Diese Art von Prozess ist im ganzen Eisenbahnsystem völlig neu: Heute muss immer eine Aktion (Abfahrerlaubnis) ausgeführt werden, damit eine Reaktion (Abfahrt des Zuges) erfolgt. Neu müsste eine Aktion getätigt werden, damit KEINE Reaktion (Zug fährt nicht ab) erfolgt. Diese Umstellung steht damit völlig quer in der ganzen Prozesslandschaft.
Der seit dem Unfall vom 4. August 2019 in Baden (AG) eingeführte Abfahrtsprozess stellt auch sicher, dass sich das Zugpersonal wirklich im Zug befindet und handlungsfähig ist. Mit dem neuen Prozess ist dies so nicht mehr sichergestellt. Eine Handlungsunfähigkeit des Zugpersonals im oder ausserhalb des Zuges wird mit dem neuen Abfahrtsprozess nicht mehr detektiert. Der Zug würde immer wieder weiterfahren, da in einem solchen Fall kein «Veto» den Führerstand je erreichen wird. Beim heutigen Prozess würde der Zug in einem solchen Fall gar nicht abfahren und es würde ziemlich rasch nach den Ursachen dafür geforscht werden. Dieser heutige Abfahrtsprozess ist somit auch eine Art «Lebensversicherung» für das Zugpersonal.

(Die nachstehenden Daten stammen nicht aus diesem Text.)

// printSummary writes the readable summary and the caution line.
func printSummary(w io.Writer, d *design.Design, r *kinetics.Result) {
	s := r.Summary
	name := d.Name
	if name == "" {
		name = "design"
	}
	fmt.Fprintf(w, "%s\n", name)
	row := func(label, value string) { fmt.Fprintf(w, "  %-28s %s\n", label, value) }
	switch {
	case s.Truncated:
		row("TRUNCATED", fmt.Sprintf("the pulse was still going at %s after closure, the longest a run may take: energy and widths below are cut short",
			units.Format(s.EndTime, "s")))
	case s.EndTime > 1.5*d.Numerics.EndTime:
		row("simulated", fmt.Sprintf("to %s after closure (the pulse outlasted numerics.end_time = %s)",
			units.Format(s.EndTime, "s"), units.Format(d.Numerics.EndTime, "s")))
	}
	row("pulse energy, output end", units.Format(s.EnergyFront, "J"))
	row("pulse energy, rear end", units.Format(s.EnergyRear, "J"))
	row("peak power, output end", units.Format(s.PeakPower, "W"))
	if s.DetectorResponse > 0 {
		row("FWHM (half maximum)", fmt.Sprintf("%s as a detector of time constant %s shows it (%s with an ideal one)",
			units.Format(s.FWHM, "s"), units.Format(s.DetectorResponse, "s"), units.Format(s.HalfMaxWidth, "s")))
	} else {
		row("FWHM (half maximum)", units.Format(s.FWHM, "s"))
	}
	if s.Pulses >= 2 {
		row("SEPARATE PULSES", fmt.Sprintf("%d, the first two %s apart (the output falls below %.0f %% of its peak between them): the FWHM above spans them; the strongest pulse alone is %s wide",
			s.Pulses, units.Format(s.PulseSeparation, "s"), 100*kinetics.DipLevel, units.Format(s.StrongestPulseFWHM, "s")))
	} else if s.Pulses == 1 {
		row("separate pulses", "1")
	}
	if s.FWHMIllConditioned {
		why := "the output lies nearly flat near half the peak"
		if s.FWHMJump > kinetics.JumpLimit*s.FWHM {
			why = "an edge leaps by " + units.Format(s.FWHMJump, "s") + " within that band"
		}
		row("FWHM ILL-CONDITIONED", fmt.Sprintf("%s at %.0f %% of the peak, %s at %.0f %%; %s: a small change of the model can move the FWHM above a long way (the width from the rms duration is steadier)",
			units.Format(s.FWHMAt45, "s"), 100*(0.5-kinetics.HalfMaxBand), units.Format(s.FWHMAt55, "s"), 100*(0.5+kinetics.HalfMaxBand), why))
	} else if s.Pulses > 0 {
		row("width at 45 % / 55 % of peak", fmt.Sprintf("%s / %s (well-conditioned FWHM)", units.Format(s.FWHMAt45, "s"), units.Format(s.FWHMAt55, "s")))
	}
	if s.Pulses > 0 {
		row("energy inside the FWHM", fmt.Sprintf("%.0f %% of the output-end energy (76 %% for a Gaussian pulse; much less: a spike on a longer tail)", 100*s.HalfMaxEnergyShare))
	}
	row("width from the rms duration", units.Format(s.RMSWidth, "s"))
	row("rise 10–90 %", units.Format(s.Rise, "s"))
	row("delay from switch closure", units.Format(s.Delay, "s"))
	row("efficiency (fraction)", fmt.Sprintf("%.3g of %s stored (%.3g %%)", s.Efficiency, units.Format(s.StoredEnergy, "J"), 100*s.Efficiency))
	row("energy into the plasma", units.Format(s.DepositedEnergy, "J"))
	printAccount(row, s)
	row("peak E/N", fmt.Sprintf("%.0f Td", s.PeakReducedField))
	row("peak current", fmt.Sprintf("%s (%.3g kA/cm²)", units.Format(s.PeakCurrent, "A"), s.PeakCurrentDensity*1e-7))
	row("peak electron density", fmt.Sprintf("%.3g cm⁻³", s.PeakElectronDensity*1e-6))
	row("gas temperature, peak", gasTemperatureLine(s, d.Gas.Temperature))
	// Two different gains: the highest of the mid-channel cell, and the highest channel-mean
	// gain, whose gain-length ∫g dz is the one the verdict uses.
	row("peak gain (mid-channel cell)", fmt.Sprintf("%.3g cm⁻¹ (× channel length: %.3g)", s.PeakGain/100, s.PeakGain*d.Channel.Length))
	row("channel-mean gain, peak", fmt.Sprintf("%.3g cm⁻¹ (gain-length gL = ∫g dz: %.3g)", s.GainLength/d.Channel.Length/100, s.GainLength))
	row("inversion duration", units.Format(s.InversionDuration, "s"))
	row("self-termination", fmt.Sprintf("%s at %s", s.TerminationCause, units.Format(s.TerminationTime, "s")))
	row("discharge regime", regimeLine(s))
	row("verdict", s.Verdict)
	if s.Validity != "" {
		row("validity", s.Validity)
	}
	if s.Advice != "" {
		row("what to change", s.Advice)
	}
	row("energy / photon balance", fmt.Sprintf("%.1e / %.1e", s.EnergyBalanceResidual, s.PhotonBalanceResidual))
	p := r.Parameters
	row("σ, g_C/g_B, A₀₀, τ_C", fmt.Sprintf("%.3g cm², %.3g, %.3g s⁻¹, %s", p.CrossSection*1e4, p.DegeneracyRatio, p.EinsteinA00, units.Format(p.UpperLifetime, "s")))
	if len(s.Derived) > 0 {
		row("derived from [build]", strings.Join(s.Derived, ", "))
	}
	if len(s.Overridden) > 0 {
		row("taken from the design", strings.Join(s.Overridden, ", "))
	}
	if c := caution(s.StoredEnergy, s.EnergyTotal); c != "" {
		fmt.Fprintln(w, "\n"+c)
	}
}

// gasTemperatureLine gives the peak gas temperature of the discharge volume, its rise, and
// whether it went above the range of the gain table.
func gasTemperatureLine(s kinetics.Summary, t0 float64) string {
	line := fmt.Sprintf("%.0f K (+%.0f K from %.0f K) by the end of the run; %.0f K at the pulse peak", s.PeakGasTemperature, s.PeakGasTemperature-t0, t0, s.PulseGasTemperature)
	if s.GasTemperatureAbove {
		line += ", ABOVE the gain table's range: the gain is overstated"
	}
	return line
}

// regimeLine says where the shot sits against the limits of a uniform glow.
func regimeLine(s kinetics.Summary) string {
	var parts []string
	for _, c := range s.Regime {
		v, l := units.Format(c.Value, c.Unit), units.Format(c.Limit, c.Unit)
		switch c.Unit {
		case "m⁻³":
			v, l = fmt.Sprintf("%.3g cm⁻³", c.Value*1e-6), fmt.Sprintf("%.3g cm⁻³", c.Limit*1e-6)
		case "J":
			v, l = fmt.Sprintf("%.3g eV", c.Value/units.ElectronVolt), fmt.Sprintf("%.3g eV", c.Limit/units.ElectronVolt)
		case "":
			v, l = fmt.Sprintf("%.3g", c.Value), fmt.Sprintf("%.3g", c.Limit)
		}
		mark := ""
		if c.Outside {
			mark = " OUTSIDE"
		}
		parts = append(parts, fmt.Sprintf("%s %s (limit %s%s)", c.Name, v, l, mark))
	}
	head := "uniform glow: "
	if !s.UniformGlow {
		head = "NOT a uniform glow, the prediction is an upper bound: "
	}
	return head + strings.Join(parts, "; ")
}

// printAccount writes the loading and where the stored energy went, in per cent of the
// stored energy (plasma channels in per cent of the plasma's share).
func printAccount(row func(label, value string), s kinetics.Summary) {
	a := s.Energy
	row("specific loading", fmt.Sprintf("%.3g J/cm³, %.3g eV per molecule", s.SpecificEnergy*1e-6, s.EnergyPerMolecule))
	if a.Stored <= 0 {
		return
	}
	pc := func(x float64) string { return fmt.Sprintf("%.3g %%", 100*x/a.Stored) }
	parts := fmt.Sprintf("switch %s, plasma %s, left in the circuit %s", pc(a.Switch), pc(a.Plasma), pc(a.LeftInCircuit))
	if a.Shunt > 0 {
		parts += ", shunt " + pc(a.Shunt)
	}
	row("stored energy went to", parts)
	sp := a.PlasmaSplit
	if a.Plasma > 0 && sp != (kinetics.PlasmaSplit{}) {
		q := func(x float64) string { return fmt.Sprintf("%.2g %%", 100*x/a.Plasma) }
		row("plasma energy by channel", fmt.Sprintf("vibrational %s, elastic %s, A %s, B %s, W %s, B′ %s, C %s, other electronic %s, ionisation %s, attachment %s",
			q(sp.Vibrational), q(sp.Elastic), q(sp.StateA), q(sp.StateB), q(sp.StateW), q(sp.StateBPrime), q(sp.StateC),
			q(sp.OtherElectronic), q(sp.Ionisation), q(sp.Attachment)))
	}
	row("into C(0), out as light", fmt.Sprintf("%s (%s of stored), %s", units.Format(a.UpperLevel, "J"), pc(a.UpperLevel), units.Format(a.Laser, "J")))
}

// caution returns the safety line for a design whose stored or pulse energy is above harmless
// levels (0.1 J stored: common practice, no source; a 337 nm pulse of 1 µJ exceeds eye
// exposure limits, common practice, no source).
func caution(stored, pulse float64) string {
	var parts []string
	if stored > 0.1 {
		parts = append(parts, fmt.Sprintf("the capacitors store %s at high voltage, which can kill", units.Format(stored, "J")))
	}
	if pulse > 1e-6 {
		parts = append(parts, "the 337 nm pulse can injure eyes and skin")
	}
	if len(parts) == 0 {
		return ""
	}
	return "Caution: " + strings.Join(parts, "; ") + ". Follow local electrical codes and licensed laser-safety practice."
}

// writeRunOutputs writes waveforms.csv, summary.json and the figures into dir; with an
// uncertainty study u, summary.json carries its block, the pulse report shades the envelope
// env of the output power (when not nil) and report.html has a section on the bands.
func writeRunOutputs(dir string, d *design.Design, r *kinetics.Result, u *study.UncertaintyResult, env *study.Envelope) error {
	if err := os.MkdirAll(dir, 0o755); err != nil {
		return err
	}
	var csv bytes.Buffer
	bw := bufio.NewWriter(&csv)
	fmt.Fprintln(bw, "time_s,channel_voltage_V,current_A,reduced_field_Td,electron_density_m3,upper_level_m3,lower_level_m3,power_front_W,power_rear_W,mean_gain_per_m")
	for k := range r.Time {
		fmt.Fprintf(bw, "%.6e,%.6e,%.6e,%.6e,%.6e,%.6e,%.6e,%.6e,%.6e,%.6e\n", r.Time[k], r.ChannelVoltage[k], r.Current[k],
			r.ReducedField[k]/units.Townsend, r.ElectronDensity[k], r.UpperLevel[k], r.LowerLevel[k],
			r.PowerFront[k], r.PowerRear[k], r.MeanGain[k])
	}
	bw.Flush()
	if err := atomicfile.WriteFile(filepath.Join(dir, "waveforms.csv"), csv.Bytes()); err != nil {
		return err
	}
	js, err := runJSON(d, r, u)
	if err != nil {
		return err
	}
	if err := atomicfile.WriteFile(filepath.Join(dir, "summary.json"), append(js, '\n')); err != nil {
		return err
	}
	if err := writeRunFigures(dir, d, r, env); err != nil {
		return err
	}
	return writeRunReport(dir, d, r, u, env)
}

// runOutput is what `run --json` prints and summary.json holds: every field of the summary
// (figures of merit, verdict, advice, warnings, energy account) and the design that was run,
// each key with its value in SI (strings for choices, "infinite" for an infinite value).
type runOutput struct {
	kinetics.Summary
	Design map[string]any `json:"design"`
	// Uncertainty is present with --uncertainty: uncertaintyJSON.
	Uncertainty map[string]any `json:"uncertainty,omitempty"`
}

// runJSON writes the run's summary and design, and the uncertainty study u when not nil, as
// indented JSON.
func runJSON(d *design.Design, r *kinetics.Result, u *study.UncertaintyResult) ([]byte, error) {
	out := runOutput{Summary: r.Summary, Design: map[string]any{}, Uncertainty: uncertaintyJSON(u)}
	for _, line := range strings.Split(d.String(), "\n") {
		k, v, ok := strings.Cut(line, " = ")
		if !ok {
			continue
		}
		if strings.HasPrefix(v, `"`) {
			out.Design[k] = strings.Trim(v, `"`)
		} else if x, err := strconv.ParseFloat(v, 64); err == nil && !math.IsInf(x, 0) && !math.IsNaN(x) {
			out.Design[k] = x
		} else if math.IsInf(x, 1) {
			out.Design[k] = "infinite"
		} else {
			out.Design[k] = v
		}
	}
	b, err := json.MarshalIndent(out, "", "  ")
	if err != nil {
		return nil, fmt.Errorf("run: %w", err)
	}
	return b, nil
}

Die SEV-Unterverbände des Zug- und Lokpersonals haben es an ihren Sitzungen vom 22. und 27. Juni 2023 einstimmig abgelehnt, dieses völlig inakzeptable Projekt in irgendeiner Form durch Einsitznahme in einem Soundingboard zu unterstützen bzw. sich daran zu beteiligen. Die SBB wurde aufgefordert, dieses Projekt umgehend einzustellen.
Argumente des LPV
Der Unterverband des Lokpersonals lehnt das Projekt auch aus folgenden Gründen ab:
• Der nach dem Unfall von Baden eingeführte Abfahrprozess wird vom Zugpersonal sehr konsequent eingehalten, ist klar strukturiert und bietet somit allen Beteiligten die grösstmögliche Sicherheit.
• Das Lokpersonal folgt einem eigenen etablierten Abfahrtsprozess. In diesen eine weitere, hochrisikobehaftete Kommunikationskomponente einzubauen wäre klar ein Rückschritt in der Sicherheit. Auch muss das Lokpersonal diesen Prozess unterbruchsfrei durchführen und diesen, wenn er durch äussere Einflüsse unterbrochen wird, neu starten.
• Die Abfahrt wird auch durch technische Unzulänglichkeiten verzögert. So vergehen z. B. beim FV-Dosto vom UIC-Schliessbefehl des Zugpersonals bis zum Erlöschen der Türverriegelungsanzeige im Führerstand (Aufhebung der Fahrsperre) bis zu 25 Sekunden. Darum ist der heutige sichere Abfahrtsprozess genügend früh einzuleiten, um eine Abfahrt «auf Zeigerschlag» zu ermöglichen.